It's getting leather upholstery and a rack put on next week.


----------



## Seanbike (Mar 23, 2004)

I have a 2012 Sport with the 6 speed manual. I've only put 4500 miles on it so far but I'm loving. I've put all sorts of stuff inside it and even slept in the back which at 6'1" is impressive for a smaller vehicle. I have a Yakima Holdup hitch rack that has been great so far aswell. Only downside is even with the tilt away feature I can't open my hatch all the way with a bike mounted. I can open it enough to get inside if I need something near the back if I'm cautious not to hit the hatch on the handlebars.

It's not as sporty as my last car but moving from a hatchback that was lowered, had upgraded sway bars and some sticky sport tires on 17's I'm not surprised. It still handles great for what it is.


----------



## jabrabu (Aug 2, 2010)

What gas mileage are you guys getting with the 5?
Can you fit a 29er inside with just front wheel removal?

I drive an Expedition. I bought it back when I needed a tow vehicle, but I no longer need to tow and with my longer commute I am spending a fortune on gas. I have a 4-year old, so I'd like to be able to carry a bike inside the vehicle with a child seat installed. I've always liked Mazdas (I've owned 5 Miatas and used to road race RX7's and Miatas), and the 5 is one that I am considering.

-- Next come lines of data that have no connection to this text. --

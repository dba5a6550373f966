import { formatValue } from '@biasproof/calc';

/** Axis tick text: short, SI-prefixed. */
export const tick = (unit: string) => (x: number) => formatValue(x, unit, { digits: 3 });

/** Powers of ten from lo to hi, for a log axis. */
export function decadeTicks(lo: number, hi: number): number[] {
  const out: number[] = [];
  for (let e = Math.floor(Math.log10(lo)); e <= Math.ceil(Math.log10(hi)); e++) {
    const f = 10 ** e;
    if (f >= lo * 0.999 && f <= hi * 1.001) out.push(f);
  }
  return out;
}

/** Colours of the plots, from the app's palette (teal, fault red, ink, ochre). */
export const plotColours = {
  primary: '#125e63',
  secondary: '#9b2419',
  ink: '#394452',
  marker: '#5f4f0e',
  grid: '#d8dcd4',
} as const;

/** About `count` evenly spaced round values (steps of 1, 2 or 5 × 10ⁿ) inside [lo, hi]. */
export function roundTicks(lo: number, hi: number, count = 6): number[] {
  if (!(hi > lo)) return [lo];
  const raw = (hi - lo) / count;
  const power = 10 ** Math.floor(Math.log10(raw));
  const step = ([1, 2, 5, 10].find((m) => m * power >= raw) ?? 10) * power;
  const out: number[] = [];
  for (let t = Math.ceil(lo / step) * step; t <= hi + step * 1e-9; t += step)
    out.push(Number(t.toPrecision(12)));
  return out;
}
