import { mkdirSync } from 'node:fs';
import { join } from 'node:path';
import type { Locator, Page } from 'playwright-core';
import { baseUrl } from './browser.ts';

/** Walks the worksheet editor's forms the way an author does (by label and role). */

/** Signs in through the sign-in page and waits for the organization's home. */
export async function signIn(page: Page, email: string, password: string, orgSlug: string) {
  await page.goto(`${baseUrl()}/sign-in`);
  await page.getByRole('textbox', { name: 'E-mail' }).fill(email);
  await page.getByLabel('Password', { exact: true }).fill(password);
  await page.getByRole('button', { name: 'Sign in' }).click();
  await page.waitForURL(`${baseUrl()}/o/${orgSlug}`);
}

export function circuitPanel(page: Page): Locator {
  return page.getByRole('region', { name: 'Circuit' });
}

export function resultsPanel(page: Page): Locator {
  return page.getByRole('region', { name: 'Results' });
}

/** The text shown for a result path, e.g. `nodes.out`. */
export function resultAt(page: Page, path: string): Locator {
  return page.locator(`[data-result-path="${path}"]`).first();
}

/** Adds a part through its typed form: kind as the select names it, fields by label. */
export async function addPart(
  page: Page,
  kindOption: string,
  fields: Record<string, string>,
  beforeSubmit?: (form: Locator) => Promise<void>,
) {
  const panel = circuitPanel(page);
  await panel.getByLabel('Kind of part').selectOption({ label: kindOption });
  await panel.getByRole('button', { name: 'Add part' }).click();
  const form = panel.getByRole('region', { name: /^New / });
  for (const [label, value] of Object.entries(fields)) {
    await form.getByLabel(label, { exact: true }).fill(value);
  }
  await beforeSubmit?.(form);
  await form.getByRole('button', { name: 'Add to circuit' }).click();
  await form.waitFor({ state: 'detached' });
}

/** Where the test run keeps its screenshots (gitignored). */
export function screenshotDir(): string {
  const dir = join(import.meta.dirname, '..', '..', '.data', 'screenshots');
  mkdirSync(dir, { recursive: true });
  return dir;
}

The Mazda3 and the new CX-5 with the new Skyactive engine also look promising. They get hybrid-like fuel economy from a regular gasoline engine and still have decent power. The 3 would get better fuel economy, but the CX-5 has more room inside and can be had with AWD to make it more of an all-seasons vehicle.


----------



## SeattSlayer (Oct 11, 2011)

jabrabu said:


> What gas mileage are you guys getting with the 5?
> Can you fit a 29er inside with just front wheel removal?
> 
> I drive an Expedition. I bought it back when I needed a tow vehicle, but I no longer need to tow and with my longer commute I am spending a fortune on gas. I have a 4-year old, so I'd like to be able to carry a bike inside the vehicle with a child seat installed. I've always liked Mazdas (I've owned 5 Miatas and used to road race RX7's and Miatas), and the 5 is one that I am considering.
> ...


I've had mine for about a month now, and I'm getting 25-26 mpg in the stupid Seattle traffic. I haven't put my 29er in yet (Camber XL), but I think it'll fit in there fine with the wheel off, put in backwords. I saw a pic (maybe on this thread?) of a guy's Mazda 5 with a fork mount on a piece of plywood and the bike in backwords with the back tire in between the two backseat captain's chairs.

I too have a 4 year old and I can imagine that his seat is high enough that it would be mostly out of the way of the back wheel. Probably.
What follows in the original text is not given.